About this exercise
Find every line of the listing below where "addEventListener" appears, and copy it.

Data shown

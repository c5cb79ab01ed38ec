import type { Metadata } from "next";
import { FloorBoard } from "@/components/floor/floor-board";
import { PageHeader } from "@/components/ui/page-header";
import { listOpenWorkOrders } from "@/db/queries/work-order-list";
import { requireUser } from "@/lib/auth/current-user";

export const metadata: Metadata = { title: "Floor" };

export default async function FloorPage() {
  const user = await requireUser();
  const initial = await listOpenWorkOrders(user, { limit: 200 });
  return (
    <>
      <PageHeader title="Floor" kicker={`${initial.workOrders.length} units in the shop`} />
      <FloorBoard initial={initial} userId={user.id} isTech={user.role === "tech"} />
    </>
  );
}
==
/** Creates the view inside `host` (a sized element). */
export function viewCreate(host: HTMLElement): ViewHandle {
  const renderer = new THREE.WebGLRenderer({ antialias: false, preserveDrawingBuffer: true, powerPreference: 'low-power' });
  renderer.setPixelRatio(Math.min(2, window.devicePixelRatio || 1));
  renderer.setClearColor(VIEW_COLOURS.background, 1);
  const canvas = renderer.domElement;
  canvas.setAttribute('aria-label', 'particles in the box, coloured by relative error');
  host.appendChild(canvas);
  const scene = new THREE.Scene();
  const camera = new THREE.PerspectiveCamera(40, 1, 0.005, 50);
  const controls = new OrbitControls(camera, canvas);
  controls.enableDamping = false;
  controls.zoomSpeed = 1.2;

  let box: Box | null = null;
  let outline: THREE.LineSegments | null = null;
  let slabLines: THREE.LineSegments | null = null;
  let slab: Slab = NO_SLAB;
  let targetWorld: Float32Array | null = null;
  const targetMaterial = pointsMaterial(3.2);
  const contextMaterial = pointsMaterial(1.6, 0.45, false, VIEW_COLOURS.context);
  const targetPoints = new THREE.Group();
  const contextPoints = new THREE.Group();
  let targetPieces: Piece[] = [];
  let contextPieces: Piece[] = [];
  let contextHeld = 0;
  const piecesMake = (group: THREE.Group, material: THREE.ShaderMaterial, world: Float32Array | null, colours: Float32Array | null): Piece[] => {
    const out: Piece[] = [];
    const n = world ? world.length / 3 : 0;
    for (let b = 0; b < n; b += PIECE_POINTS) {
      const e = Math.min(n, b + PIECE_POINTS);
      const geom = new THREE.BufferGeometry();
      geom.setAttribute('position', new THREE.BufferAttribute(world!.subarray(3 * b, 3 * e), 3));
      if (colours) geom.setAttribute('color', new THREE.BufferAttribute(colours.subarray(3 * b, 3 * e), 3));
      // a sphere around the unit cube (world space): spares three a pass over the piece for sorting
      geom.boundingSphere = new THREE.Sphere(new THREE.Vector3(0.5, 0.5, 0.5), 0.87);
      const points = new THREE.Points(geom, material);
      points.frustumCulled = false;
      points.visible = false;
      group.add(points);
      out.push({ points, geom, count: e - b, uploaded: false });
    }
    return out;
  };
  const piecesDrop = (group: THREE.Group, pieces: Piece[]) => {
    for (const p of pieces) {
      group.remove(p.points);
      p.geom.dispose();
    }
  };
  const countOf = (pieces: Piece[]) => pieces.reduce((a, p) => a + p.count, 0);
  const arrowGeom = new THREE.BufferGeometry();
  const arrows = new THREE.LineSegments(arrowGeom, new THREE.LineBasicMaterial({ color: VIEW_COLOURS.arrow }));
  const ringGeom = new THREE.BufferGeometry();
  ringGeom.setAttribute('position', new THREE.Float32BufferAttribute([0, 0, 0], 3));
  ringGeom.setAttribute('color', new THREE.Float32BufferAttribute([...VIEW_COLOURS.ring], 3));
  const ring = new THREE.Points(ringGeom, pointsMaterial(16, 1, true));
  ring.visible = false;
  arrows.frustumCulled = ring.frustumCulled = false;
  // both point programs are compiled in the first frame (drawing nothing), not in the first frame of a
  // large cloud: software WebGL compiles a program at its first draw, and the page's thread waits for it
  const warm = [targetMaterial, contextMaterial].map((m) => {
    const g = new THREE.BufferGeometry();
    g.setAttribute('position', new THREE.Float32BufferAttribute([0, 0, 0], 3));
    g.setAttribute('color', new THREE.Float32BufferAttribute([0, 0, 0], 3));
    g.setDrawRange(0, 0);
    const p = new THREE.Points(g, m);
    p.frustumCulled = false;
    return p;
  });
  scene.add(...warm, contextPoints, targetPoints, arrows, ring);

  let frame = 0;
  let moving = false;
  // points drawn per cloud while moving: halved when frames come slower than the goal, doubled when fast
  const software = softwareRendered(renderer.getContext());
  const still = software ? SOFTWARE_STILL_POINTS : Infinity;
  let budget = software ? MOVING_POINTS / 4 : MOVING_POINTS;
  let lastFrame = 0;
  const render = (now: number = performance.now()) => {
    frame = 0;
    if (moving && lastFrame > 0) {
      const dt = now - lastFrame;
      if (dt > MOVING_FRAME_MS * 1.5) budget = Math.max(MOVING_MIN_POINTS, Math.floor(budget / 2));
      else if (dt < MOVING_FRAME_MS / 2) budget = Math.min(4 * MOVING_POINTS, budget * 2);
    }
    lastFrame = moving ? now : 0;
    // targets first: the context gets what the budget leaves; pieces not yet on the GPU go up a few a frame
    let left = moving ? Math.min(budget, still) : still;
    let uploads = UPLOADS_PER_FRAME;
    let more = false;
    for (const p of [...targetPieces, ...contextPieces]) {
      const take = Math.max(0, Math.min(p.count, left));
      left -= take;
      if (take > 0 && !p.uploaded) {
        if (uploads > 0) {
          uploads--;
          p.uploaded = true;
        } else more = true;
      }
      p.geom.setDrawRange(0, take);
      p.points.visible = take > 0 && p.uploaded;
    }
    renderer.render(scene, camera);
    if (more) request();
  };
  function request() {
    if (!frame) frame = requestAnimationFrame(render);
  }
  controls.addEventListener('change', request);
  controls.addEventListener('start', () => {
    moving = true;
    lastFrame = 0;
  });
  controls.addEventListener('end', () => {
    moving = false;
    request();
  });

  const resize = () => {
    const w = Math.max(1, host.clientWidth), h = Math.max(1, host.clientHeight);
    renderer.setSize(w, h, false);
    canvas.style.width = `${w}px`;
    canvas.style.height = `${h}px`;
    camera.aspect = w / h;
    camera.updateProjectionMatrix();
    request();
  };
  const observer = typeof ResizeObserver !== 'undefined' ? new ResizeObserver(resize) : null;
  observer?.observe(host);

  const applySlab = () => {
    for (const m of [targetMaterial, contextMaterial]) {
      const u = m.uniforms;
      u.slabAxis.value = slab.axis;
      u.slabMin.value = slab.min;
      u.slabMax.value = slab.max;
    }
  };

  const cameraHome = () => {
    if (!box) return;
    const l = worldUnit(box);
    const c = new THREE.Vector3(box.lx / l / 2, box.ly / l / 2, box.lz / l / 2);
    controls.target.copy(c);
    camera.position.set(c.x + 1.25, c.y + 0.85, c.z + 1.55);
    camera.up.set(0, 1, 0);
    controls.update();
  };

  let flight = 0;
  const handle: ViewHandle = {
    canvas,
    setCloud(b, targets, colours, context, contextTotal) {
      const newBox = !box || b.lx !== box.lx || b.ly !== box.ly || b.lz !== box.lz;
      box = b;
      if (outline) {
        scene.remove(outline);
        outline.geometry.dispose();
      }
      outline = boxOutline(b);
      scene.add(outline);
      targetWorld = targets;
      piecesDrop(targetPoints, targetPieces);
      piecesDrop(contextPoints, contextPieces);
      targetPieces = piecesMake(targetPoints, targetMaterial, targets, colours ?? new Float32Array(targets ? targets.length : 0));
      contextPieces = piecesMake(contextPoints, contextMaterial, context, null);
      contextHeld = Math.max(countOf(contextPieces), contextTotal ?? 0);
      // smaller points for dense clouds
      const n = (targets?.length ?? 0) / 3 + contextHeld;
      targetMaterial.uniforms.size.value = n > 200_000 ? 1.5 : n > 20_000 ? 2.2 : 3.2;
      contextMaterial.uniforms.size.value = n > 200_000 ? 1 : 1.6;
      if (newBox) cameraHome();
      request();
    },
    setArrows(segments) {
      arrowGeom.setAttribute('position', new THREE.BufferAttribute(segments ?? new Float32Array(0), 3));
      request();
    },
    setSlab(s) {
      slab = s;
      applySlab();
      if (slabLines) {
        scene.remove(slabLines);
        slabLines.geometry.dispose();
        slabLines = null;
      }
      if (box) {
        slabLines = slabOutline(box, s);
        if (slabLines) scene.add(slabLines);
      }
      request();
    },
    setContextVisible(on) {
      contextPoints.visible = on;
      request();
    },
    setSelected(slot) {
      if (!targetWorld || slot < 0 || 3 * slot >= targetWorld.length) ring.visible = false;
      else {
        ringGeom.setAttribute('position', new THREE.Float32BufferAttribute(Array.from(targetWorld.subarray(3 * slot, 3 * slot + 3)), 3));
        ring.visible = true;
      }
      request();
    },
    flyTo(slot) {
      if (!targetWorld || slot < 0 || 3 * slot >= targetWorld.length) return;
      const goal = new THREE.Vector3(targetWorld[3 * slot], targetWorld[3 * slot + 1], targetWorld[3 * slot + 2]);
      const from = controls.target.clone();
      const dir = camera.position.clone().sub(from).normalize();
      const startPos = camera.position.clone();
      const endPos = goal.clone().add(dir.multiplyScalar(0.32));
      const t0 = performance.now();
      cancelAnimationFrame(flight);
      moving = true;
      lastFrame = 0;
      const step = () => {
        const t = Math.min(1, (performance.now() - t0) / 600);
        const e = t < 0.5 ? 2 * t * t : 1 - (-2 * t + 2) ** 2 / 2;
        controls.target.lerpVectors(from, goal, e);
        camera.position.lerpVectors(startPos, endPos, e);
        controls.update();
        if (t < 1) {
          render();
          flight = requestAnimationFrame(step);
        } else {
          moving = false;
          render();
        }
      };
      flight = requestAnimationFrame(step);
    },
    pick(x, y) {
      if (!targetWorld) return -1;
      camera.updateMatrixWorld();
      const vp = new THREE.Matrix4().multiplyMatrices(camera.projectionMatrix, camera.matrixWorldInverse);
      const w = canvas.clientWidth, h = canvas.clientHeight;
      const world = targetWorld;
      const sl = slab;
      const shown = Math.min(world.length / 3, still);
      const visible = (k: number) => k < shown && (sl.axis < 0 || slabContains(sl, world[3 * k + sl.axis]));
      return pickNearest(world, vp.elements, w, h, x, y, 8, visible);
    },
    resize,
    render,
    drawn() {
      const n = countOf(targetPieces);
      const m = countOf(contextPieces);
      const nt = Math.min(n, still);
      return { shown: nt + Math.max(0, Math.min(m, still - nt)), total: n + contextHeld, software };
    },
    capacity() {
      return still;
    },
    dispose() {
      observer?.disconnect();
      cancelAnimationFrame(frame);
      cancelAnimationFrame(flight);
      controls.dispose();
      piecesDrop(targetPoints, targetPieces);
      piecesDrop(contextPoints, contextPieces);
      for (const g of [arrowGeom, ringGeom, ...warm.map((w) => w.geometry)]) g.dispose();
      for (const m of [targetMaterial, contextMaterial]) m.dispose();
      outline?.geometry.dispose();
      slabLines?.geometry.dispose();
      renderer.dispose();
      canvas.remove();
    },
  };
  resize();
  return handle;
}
* * *
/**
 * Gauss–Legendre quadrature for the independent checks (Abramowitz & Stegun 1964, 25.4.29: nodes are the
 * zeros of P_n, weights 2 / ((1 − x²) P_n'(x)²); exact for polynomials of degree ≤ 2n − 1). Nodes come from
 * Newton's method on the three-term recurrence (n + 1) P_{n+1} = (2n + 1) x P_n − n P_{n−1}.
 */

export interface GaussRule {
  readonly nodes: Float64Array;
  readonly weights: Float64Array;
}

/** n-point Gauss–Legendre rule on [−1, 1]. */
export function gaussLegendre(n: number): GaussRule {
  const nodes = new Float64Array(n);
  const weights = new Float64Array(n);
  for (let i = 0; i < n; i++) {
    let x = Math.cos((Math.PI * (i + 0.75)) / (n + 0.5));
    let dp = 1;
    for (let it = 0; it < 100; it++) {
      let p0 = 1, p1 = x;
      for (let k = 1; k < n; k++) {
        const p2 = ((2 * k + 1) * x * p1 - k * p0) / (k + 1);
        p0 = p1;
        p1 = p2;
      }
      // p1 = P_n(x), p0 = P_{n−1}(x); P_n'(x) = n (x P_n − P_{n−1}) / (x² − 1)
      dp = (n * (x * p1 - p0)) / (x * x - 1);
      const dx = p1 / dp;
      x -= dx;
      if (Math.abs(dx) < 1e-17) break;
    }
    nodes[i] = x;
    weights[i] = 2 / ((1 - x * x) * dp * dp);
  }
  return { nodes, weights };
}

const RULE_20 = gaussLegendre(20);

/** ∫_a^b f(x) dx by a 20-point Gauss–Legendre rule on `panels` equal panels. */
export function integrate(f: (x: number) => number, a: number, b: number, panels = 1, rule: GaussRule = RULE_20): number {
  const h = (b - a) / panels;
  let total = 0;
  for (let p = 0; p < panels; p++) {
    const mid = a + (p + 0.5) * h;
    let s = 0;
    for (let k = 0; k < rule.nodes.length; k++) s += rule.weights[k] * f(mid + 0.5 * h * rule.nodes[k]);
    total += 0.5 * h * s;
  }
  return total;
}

Result
  controls.addEventListener('change', request);
  controls.addEventListener('start', () => {
  controls.addEventListener('end', () => {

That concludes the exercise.